* _About this exercise_
Copy out each line of the data below in which the string "equals" appears.

* _Records supplied_

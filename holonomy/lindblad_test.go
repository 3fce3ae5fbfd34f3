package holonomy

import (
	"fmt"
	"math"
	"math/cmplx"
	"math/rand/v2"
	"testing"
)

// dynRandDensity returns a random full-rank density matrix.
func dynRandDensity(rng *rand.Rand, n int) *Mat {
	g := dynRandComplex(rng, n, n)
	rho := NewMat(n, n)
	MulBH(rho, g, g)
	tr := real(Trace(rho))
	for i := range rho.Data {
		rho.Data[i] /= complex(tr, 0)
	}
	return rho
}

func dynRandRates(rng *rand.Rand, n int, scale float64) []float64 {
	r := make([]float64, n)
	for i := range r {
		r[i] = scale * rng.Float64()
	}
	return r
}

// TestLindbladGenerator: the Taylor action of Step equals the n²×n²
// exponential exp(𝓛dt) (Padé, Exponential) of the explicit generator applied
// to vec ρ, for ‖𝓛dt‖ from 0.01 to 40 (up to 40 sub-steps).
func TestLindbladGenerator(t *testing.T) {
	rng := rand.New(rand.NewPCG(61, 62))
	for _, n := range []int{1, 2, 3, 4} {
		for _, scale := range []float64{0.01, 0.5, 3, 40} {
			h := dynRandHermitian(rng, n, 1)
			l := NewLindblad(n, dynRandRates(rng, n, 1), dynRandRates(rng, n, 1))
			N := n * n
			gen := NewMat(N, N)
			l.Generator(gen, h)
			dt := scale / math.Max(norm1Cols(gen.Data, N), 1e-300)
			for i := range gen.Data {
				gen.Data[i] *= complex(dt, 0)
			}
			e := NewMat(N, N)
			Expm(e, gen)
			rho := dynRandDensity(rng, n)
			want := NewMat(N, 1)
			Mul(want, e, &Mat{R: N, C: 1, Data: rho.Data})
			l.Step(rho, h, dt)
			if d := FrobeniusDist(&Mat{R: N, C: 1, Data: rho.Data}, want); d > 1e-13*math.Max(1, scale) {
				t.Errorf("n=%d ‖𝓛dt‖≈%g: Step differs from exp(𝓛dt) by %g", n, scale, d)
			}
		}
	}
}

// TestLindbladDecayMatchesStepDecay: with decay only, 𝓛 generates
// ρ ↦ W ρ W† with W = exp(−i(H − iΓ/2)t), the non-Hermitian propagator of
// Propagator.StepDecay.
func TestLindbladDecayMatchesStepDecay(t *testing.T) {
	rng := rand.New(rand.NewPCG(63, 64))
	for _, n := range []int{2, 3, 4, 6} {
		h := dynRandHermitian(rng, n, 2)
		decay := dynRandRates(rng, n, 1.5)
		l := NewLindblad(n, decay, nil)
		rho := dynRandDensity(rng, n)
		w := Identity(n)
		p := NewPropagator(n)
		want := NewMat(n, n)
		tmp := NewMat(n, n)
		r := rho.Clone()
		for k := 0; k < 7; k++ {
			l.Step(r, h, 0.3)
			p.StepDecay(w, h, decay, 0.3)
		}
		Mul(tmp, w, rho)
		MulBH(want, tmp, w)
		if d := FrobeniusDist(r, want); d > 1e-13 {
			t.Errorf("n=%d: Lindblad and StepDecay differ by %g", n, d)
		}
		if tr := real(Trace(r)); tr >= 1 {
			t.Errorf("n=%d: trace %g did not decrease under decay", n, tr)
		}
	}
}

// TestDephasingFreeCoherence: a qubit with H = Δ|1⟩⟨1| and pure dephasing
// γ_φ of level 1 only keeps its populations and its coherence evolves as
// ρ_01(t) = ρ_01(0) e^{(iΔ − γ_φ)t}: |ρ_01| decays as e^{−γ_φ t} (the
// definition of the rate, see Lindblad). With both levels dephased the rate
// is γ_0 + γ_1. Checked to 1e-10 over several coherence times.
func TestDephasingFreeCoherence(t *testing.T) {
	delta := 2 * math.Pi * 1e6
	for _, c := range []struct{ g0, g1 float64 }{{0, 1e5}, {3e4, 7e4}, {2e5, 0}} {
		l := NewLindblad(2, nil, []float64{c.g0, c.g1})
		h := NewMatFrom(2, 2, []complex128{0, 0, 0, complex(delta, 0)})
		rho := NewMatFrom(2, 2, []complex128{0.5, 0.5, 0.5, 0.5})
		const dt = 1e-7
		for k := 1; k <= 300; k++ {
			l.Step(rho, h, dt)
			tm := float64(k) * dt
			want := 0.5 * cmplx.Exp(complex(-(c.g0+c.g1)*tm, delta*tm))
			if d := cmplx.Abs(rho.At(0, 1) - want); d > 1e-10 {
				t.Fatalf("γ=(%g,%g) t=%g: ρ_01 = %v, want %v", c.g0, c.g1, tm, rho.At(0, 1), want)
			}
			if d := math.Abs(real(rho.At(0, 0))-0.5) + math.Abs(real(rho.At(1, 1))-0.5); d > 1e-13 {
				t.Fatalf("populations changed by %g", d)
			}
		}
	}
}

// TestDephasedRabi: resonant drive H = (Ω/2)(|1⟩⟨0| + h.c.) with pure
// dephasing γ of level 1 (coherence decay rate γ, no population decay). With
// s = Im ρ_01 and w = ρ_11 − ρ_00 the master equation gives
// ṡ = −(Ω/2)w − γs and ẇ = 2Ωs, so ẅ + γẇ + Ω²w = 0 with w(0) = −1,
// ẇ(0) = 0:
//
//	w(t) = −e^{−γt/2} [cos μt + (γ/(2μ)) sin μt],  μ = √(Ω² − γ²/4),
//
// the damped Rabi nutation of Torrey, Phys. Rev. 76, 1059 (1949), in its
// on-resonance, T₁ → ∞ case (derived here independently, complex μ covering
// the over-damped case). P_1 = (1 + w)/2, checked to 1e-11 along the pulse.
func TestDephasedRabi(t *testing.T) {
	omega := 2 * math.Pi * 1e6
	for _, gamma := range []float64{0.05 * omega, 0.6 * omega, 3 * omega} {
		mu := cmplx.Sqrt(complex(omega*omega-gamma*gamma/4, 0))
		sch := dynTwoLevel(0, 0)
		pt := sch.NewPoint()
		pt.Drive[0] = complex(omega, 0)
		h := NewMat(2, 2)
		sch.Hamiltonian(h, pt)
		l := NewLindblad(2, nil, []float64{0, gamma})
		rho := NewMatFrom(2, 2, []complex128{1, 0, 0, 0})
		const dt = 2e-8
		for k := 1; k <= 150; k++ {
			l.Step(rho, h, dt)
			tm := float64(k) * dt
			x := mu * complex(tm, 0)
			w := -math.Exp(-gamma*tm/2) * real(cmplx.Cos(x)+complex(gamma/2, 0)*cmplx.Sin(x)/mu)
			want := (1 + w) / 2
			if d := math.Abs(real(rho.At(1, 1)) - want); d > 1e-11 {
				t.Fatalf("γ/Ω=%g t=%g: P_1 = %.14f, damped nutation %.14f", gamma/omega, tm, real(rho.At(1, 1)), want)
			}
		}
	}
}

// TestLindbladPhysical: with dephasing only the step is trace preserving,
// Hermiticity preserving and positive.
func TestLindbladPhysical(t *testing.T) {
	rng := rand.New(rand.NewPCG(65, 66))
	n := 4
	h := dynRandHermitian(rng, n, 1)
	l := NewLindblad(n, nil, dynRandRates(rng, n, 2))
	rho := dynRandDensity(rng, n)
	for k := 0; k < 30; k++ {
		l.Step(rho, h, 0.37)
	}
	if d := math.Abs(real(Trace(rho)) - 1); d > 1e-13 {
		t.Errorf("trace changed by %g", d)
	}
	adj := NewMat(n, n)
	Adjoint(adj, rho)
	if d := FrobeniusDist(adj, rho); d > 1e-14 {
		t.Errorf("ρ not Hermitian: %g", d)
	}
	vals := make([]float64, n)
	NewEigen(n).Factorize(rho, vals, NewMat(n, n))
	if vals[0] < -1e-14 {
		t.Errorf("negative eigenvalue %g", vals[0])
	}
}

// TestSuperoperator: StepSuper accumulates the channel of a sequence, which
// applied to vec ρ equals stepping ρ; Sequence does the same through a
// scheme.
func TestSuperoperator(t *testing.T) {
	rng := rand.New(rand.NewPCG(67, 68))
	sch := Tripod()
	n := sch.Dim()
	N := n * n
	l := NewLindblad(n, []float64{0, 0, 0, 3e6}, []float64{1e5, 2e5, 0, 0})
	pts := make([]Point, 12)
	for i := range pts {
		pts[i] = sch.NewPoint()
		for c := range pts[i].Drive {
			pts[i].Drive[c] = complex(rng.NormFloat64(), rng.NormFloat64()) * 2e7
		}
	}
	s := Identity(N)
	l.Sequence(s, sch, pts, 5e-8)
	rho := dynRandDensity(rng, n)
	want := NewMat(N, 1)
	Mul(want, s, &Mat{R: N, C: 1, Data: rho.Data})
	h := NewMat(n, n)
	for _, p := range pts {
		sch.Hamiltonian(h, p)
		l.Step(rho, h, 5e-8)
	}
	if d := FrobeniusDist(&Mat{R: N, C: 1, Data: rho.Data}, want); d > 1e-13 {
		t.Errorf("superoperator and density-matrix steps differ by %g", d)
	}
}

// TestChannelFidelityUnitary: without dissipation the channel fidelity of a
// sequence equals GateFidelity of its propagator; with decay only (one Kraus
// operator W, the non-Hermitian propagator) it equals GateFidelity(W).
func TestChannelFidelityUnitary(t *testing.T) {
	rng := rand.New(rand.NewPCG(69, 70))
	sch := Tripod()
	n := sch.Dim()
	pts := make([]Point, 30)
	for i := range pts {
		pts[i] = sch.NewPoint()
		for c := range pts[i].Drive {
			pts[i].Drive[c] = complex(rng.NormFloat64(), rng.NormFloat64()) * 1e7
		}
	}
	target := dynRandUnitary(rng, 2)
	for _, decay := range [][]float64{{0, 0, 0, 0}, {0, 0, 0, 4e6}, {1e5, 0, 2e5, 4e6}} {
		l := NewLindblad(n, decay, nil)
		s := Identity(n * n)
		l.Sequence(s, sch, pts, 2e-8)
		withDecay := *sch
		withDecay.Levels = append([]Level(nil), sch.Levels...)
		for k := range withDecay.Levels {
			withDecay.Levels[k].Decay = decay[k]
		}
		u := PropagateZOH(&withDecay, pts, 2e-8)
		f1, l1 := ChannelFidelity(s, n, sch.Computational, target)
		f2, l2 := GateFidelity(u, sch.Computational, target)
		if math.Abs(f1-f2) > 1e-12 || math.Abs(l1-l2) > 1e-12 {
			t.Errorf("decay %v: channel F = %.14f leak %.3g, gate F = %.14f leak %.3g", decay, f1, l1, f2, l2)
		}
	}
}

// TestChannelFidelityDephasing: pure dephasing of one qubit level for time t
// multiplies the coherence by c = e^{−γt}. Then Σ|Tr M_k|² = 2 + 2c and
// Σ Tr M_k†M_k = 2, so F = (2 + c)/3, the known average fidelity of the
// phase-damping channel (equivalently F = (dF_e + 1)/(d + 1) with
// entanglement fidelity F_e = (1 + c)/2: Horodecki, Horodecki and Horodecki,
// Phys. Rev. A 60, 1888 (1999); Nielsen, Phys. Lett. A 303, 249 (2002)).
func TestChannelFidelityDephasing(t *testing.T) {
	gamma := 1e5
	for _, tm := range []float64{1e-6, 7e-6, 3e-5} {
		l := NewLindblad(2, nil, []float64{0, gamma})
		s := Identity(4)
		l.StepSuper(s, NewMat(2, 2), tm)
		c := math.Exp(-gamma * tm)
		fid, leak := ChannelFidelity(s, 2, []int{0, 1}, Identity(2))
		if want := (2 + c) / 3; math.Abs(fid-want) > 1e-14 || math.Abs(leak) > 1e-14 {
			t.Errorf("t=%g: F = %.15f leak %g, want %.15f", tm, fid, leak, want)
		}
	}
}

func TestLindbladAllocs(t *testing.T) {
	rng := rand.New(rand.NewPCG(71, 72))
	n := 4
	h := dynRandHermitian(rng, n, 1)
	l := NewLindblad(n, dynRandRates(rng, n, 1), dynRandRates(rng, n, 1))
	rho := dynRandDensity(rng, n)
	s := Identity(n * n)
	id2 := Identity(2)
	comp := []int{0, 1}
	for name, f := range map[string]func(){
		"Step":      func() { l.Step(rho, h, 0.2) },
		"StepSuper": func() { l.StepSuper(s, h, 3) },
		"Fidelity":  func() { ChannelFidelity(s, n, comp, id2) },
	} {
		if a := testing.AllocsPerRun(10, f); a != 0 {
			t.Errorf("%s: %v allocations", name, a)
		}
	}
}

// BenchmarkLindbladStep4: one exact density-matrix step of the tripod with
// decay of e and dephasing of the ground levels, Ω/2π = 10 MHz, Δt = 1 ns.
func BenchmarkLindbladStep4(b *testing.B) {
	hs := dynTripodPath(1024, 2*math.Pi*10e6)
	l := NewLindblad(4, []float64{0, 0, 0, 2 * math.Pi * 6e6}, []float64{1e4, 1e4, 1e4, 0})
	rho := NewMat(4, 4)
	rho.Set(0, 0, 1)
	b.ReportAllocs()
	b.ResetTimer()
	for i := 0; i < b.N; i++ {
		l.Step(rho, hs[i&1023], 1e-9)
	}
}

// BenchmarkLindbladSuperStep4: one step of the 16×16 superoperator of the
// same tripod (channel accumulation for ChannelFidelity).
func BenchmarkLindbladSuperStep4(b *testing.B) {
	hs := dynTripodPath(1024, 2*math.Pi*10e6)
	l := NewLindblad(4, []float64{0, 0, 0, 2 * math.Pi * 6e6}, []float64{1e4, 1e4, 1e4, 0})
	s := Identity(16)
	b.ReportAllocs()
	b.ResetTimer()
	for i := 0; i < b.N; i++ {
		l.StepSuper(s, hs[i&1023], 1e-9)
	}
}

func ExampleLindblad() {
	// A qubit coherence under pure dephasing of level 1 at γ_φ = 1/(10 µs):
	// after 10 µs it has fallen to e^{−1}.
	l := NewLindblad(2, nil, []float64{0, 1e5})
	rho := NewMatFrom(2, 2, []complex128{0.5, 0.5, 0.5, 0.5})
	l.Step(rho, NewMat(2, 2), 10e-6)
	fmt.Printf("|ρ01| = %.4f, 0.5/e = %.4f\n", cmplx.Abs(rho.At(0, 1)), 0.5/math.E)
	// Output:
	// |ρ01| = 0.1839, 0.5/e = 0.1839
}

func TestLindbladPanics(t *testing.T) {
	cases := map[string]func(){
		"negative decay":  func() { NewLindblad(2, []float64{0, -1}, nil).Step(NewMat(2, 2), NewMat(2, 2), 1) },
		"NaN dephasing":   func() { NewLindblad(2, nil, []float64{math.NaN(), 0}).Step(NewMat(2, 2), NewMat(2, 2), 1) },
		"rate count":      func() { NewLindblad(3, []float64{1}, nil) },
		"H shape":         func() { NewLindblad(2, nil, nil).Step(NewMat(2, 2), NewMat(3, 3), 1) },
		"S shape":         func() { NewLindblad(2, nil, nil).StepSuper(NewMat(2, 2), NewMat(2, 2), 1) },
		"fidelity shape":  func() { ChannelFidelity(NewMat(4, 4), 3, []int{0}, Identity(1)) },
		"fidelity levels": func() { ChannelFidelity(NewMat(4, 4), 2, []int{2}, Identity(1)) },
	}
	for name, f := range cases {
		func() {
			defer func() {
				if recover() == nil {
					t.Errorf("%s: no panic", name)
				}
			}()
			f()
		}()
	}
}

* _Exercise response_
// TestLindbladGenerator: the Taylor action of Step equals the n²×n²
// applied to vec ρ equals stepping ρ; Sequence does the same through a
// sequence equals GateFidelity of its propagator; with decay only (one Kraus
// operator W, the non-Hermitian propagator) it equals GateFidelity(W).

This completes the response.